ASSIGNMENT:
Find the lines in the records that carry the word "purge". Copy each one.
Start of RECORDS SHOWN
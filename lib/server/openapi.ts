import "server-only";
// The HTTP API in OpenAPI 3.1, generated from the zod schemas the routes parse with (lib/validation) by
// @asteasolutions/zod-to-openapi; served at GET /api/openapi.json. Request schemas are the routes' own objects
// (tests/integration/platform/openapi.test.ts checks each operation's params, query and body against the route
// handler's `meta.schemas`, so the document cannot drift from what the server parses). Answers are written here
// as zod schemas checked against their lib/api-types type at compile time (`satisfies`); where an answer is a
// large document of its own (a kit, a layout, an audit result) it is described in words and by its type's name.
import { OpenAPIRegistry, OpenApiGeneratorV31 } from "@asteasolutions/zod-to-openapi";
import { z } from "zod";
import { ROLES } from "@/lib/permissions";
import { createLibrarySchema, deleteLibrarySchema, libraryParams, sampleParams, samplesQuery, SAMPLE_STATES, updateLibrarySchema, VELOCITY_CURVES, confirmSchema, relabelSchema } from "@/lib/validation/library";
import { auditListQuery, auditParams, createKitSchema, createLayoutSchema, kitDocSchema, kitParams, layoutParams, runAuditSchema, updateKitSchema, updateLayoutSchema } from "@/lib/validation/kit";
import { studioParams } from "@/lib/validation/studio";
import { createTokenSchema, hashLookupSchema, tokenParams } from "@/lib/validation/token";
import { deleteStrokeQuery, strokeInputSchema, strokeListQuery, strokeParams, updateStrokeSchema } from "@/lib/validation/strokes";
import type { ApiTokenList, ApiTokenSummary, CreatedToken, HashLookupAnswer, Whoami } from "@/lib/api-types/tokens";
import type { UploadFileResult, UploadSummary } from "@/lib/api-types/uploads";
import type { CreatedLibrary, LibraryList, LibrarySummary } from "@/lib/api-types/libraries";
import type { SamplesPage } from "@/lib/api-types/samples";
import type { KitList, KitSummary } from "@/lib/api-types/kits";
import type { LayoutList, LayoutSummary } from "@/lib/api-types/layouts";
import type { AuditList, AuditSummaryRow } from "@/lib/api-types/audits";
import type { ErrorBody } from "@/lib/api-types/errors";

// ---- answers ----------------------------------------------------------------------------------------------

const iso = z.string().meta({ format: "date-time" });
const role = z.enum(ROLES);

const errorBody = z
  .object({ error: z.object({ code: z.string(), message: z.string().meta({ description: "What went wrong, in words for a person." }), details: z.unknown().optional() }) })
  .meta({ id: "Error" }) satisfies z.ZodType<ErrorBody>;

const tokenSummary = z
  .object({
    id: z.string(),
    name: z.string(),
    studioId: z.string(),
    studioName: z.string(),
    role,
    effectiveRole: role.nullable().meta({ description: "The lower of `role` and the creator's role in the studio now; null once they left it." }),
    hint: z.string().meta({ description: "The first characters of the secret." }),
    createdAt: iso,
    expiresAt: iso.nullable(),
    lastUsedAt: iso.nullable(),
    revokedAt: iso.nullable(),
  })
  .meta({ id: "ApiToken" }) satisfies z.ZodType<ApiTokenSummary>;
const tokenList = z.object({ tokens: z.array(tokenSummary) }) satisfies z.ZodType<ApiTokenList>;
const createdToken = z.object({ token: tokenSummary, secret: z.string().meta({ description: "The token itself, shown this once: only its SHA-256 is kept." }) }) satisfies z.ZodType<CreatedToken>;
const whoami = z
  .object({
    user: z.object({ id: z.string(), name: z.string(), email: z.string() }),
    via: z.enum(["session", "token"]),
    token: z.object({ id: z.string(), name: z.string(), studioId: z.string(), studioName: z.string(), role: role.nullable() }).nullable(),
  })
  .meta({ id: "Whoami" }) satisfies z.ZodType<Whoami>;
const hashAnswer = z.object({ known: z.array(z.object({ sha256: z.string(), sampleId: z.string(), path: z.string() })) }).meta({ id: "KnownHashes" }) satisfies z.ZodType<HashLookupAnswer>;
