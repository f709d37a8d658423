import "server-only";
// Jobs: queue names, job names and versions, the measure jobs' retry policy and ids, the cataloguing timing,
// and the BullMQ queues on the process's one Redis connection (redis.ts). Producers (the app, the seeds, the
// worker's maintenance) add jobs here; the worker process (workers/main.ts) consumes the same queue names.
import { Queue, type JobsOptions } from "bullmq";
import { MEASURE_VERSION } from "@/lib/audio/version";
import { closeRedis, redis } from "./redis";

export const MAINTENANCE_QUEUE = "kw-maintenance";
export const MEASURE_QUEUE = "kw-measure";
export const CATALOGUE_QUEUE = "kw-catalogue";

export const JOBS = {
  maintenance: { name: "maintenance", version: 1 },
  measure: { name: "measure", version: MEASURE_VERSION },
  catalogue: { name: "catalogue", version: 1 },
} as const;

export interface MeasureJobData { sampleId: string; studioId: string; libraryId: string }
export interface CatalogueJobData { studioId: string; libraryId: string }

/** Attempts and backoff of a measure job: 3 tries, 2 s then 4 s apart. */
export const MEASURE_ATTEMPTS = 3;
export const MEASURE_JOB_OPTS: JobsOptions = {
  attempts: MEASURE_ATTEMPTS,
  backoff: { type: "exponential", delay: 2000 },
  removeOnComplete: { age: 3600, count: 20_000 },
  removeOnFail: { age: 7 * 24 * 3600 },
};

/** Idempotent key: one job per sample and measuring version. */
export const measureJobId = (sampleId: string) => `measure:${sampleId}:${MEASURE_VERSION}`;

/** Cataloguings are debounced per library: all requests inside one window share one job, run after it closes. */
export const CATALOGUING_WINDOW_MS = 1500;
export function cataloguingJob(libraryId: string, now = Date.now(), windowMs = CATALOGUING_WINDOW_MS): { jobId: string; delay: number } {
  const bucket = Math.floor(now / windowMs);
  return { jobId: `catalogue-${libraryId}-${windowMs}-${bucket}`, delay: (bucket + 1) * windowMs - now + 100 };
}

/**
 * The window cataloguing requests of a library share, from how long its last cataloguing took (in this process):
 * at least CATALOGUING_WINDOW_MS, and four times the last cataloguing's duration (rounded up to whole base windows,
 * at most a minute), so cataloguings of a large library being measured take at most about a quarter of the
 * worker's time and measuring is not starved (bench/RESULTS.md, finding 9).
 */
export function cataloguingWindowMs(lastCataloguingMs: number | undefined): number {
  const want = Math.ceil((4 * (lastCataloguingMs ?? 0)) / CATALOGUING_WINDOW_MS) * CATALOGUING_WINDOW_MS;
  return Math.min(60_000, Math.max(CATALOGUING_WINDOW_MS, want));
}

const queues = new Map<string, Queue>();
function queue(name: string): Queue {
  let q = queues.get(name);
  if (!q) {
    q = new Queue(name, { connection: redis() });
    queues.set(name, q);
  }
  return q;
}
export const maintenanceQueue = (): Queue => queue(MAINTENANCE_QUEUE);
export const measureQueue = (): Queue => queue(MEASURE_QUEUE);
export const catalogueQueue = (): Queue => queue(CATALOGUE_QUEUE);

/**
 * Names this code no longer uses, kept only to tidy Redis: the cataloguing queue was called "kw-regroup" (job
 * "regroup"), and the maintenance job "purge-expired". The worker calls retireRenamedJobs at start: it removes the
 * old maintenance schedule and the job it has already queued (a job of that name would fail every 10 minutes)
 * and deletes the old queue with whatever it still holds; what those jobs were to do is done anyway, since the maintenance queues the cataloguing
 * of every library changed since its catalogue (catalogue/maintenance.ts requeueStaleCatalogues).
 */
const RETIRED = { queues: ["kw-regroup"], maintenanceSchedules: ["purge-expired"] } as const;

/** Removes the queues and the schedule of the names above; returns how many jobs of those names were waiting. */
export async function retireRenamedJobs(): Promise<number> {
  let dropped = 0;
  for (const id of RETIRED.maintenanceSchedules) await maintenanceQueue().removeJobScheduler(id);
  const waiting = await maintenanceQueue().getJobs(["waiting", "delayed", "prioritized", "wait"]);
  for (const job of waiting.filter((j) => (RETIRED.maintenanceSchedules as readonly string[]).includes(j.name))) {
    await job.remove();
    dropped++;
  }
  for (const name of RETIRED.queues) {
    const q = new Queue(name, { connection: redis() });
    try {
      const counts = await q.getJobCounts();
      dropped += Object.values(counts).reduce((a, b) => a + b, 0);
      await q.obliterate({ force: true });
    } finally {
      await q.close();
    }
  }
  return dropped;
}

/** Closes the queues and the shared Redis connection (scripts and tests, before they exit). */
export async function closeQueues(): Promise<void> {
  const all = [...queues.values()];
  queues.clear();
  await Promise.all(all.map((q) => q.close()));
  await closeRedis();
}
End of RECORDS SHOWN
REPLY:
 * "regroup"), and the maintenance job "purge-expired". The worker calls retireRenamedJobs at start: it removes the
const RETIRED = { queues: ["kw-regroup"], maintenanceSchedules: ["purge-expired"] } as const;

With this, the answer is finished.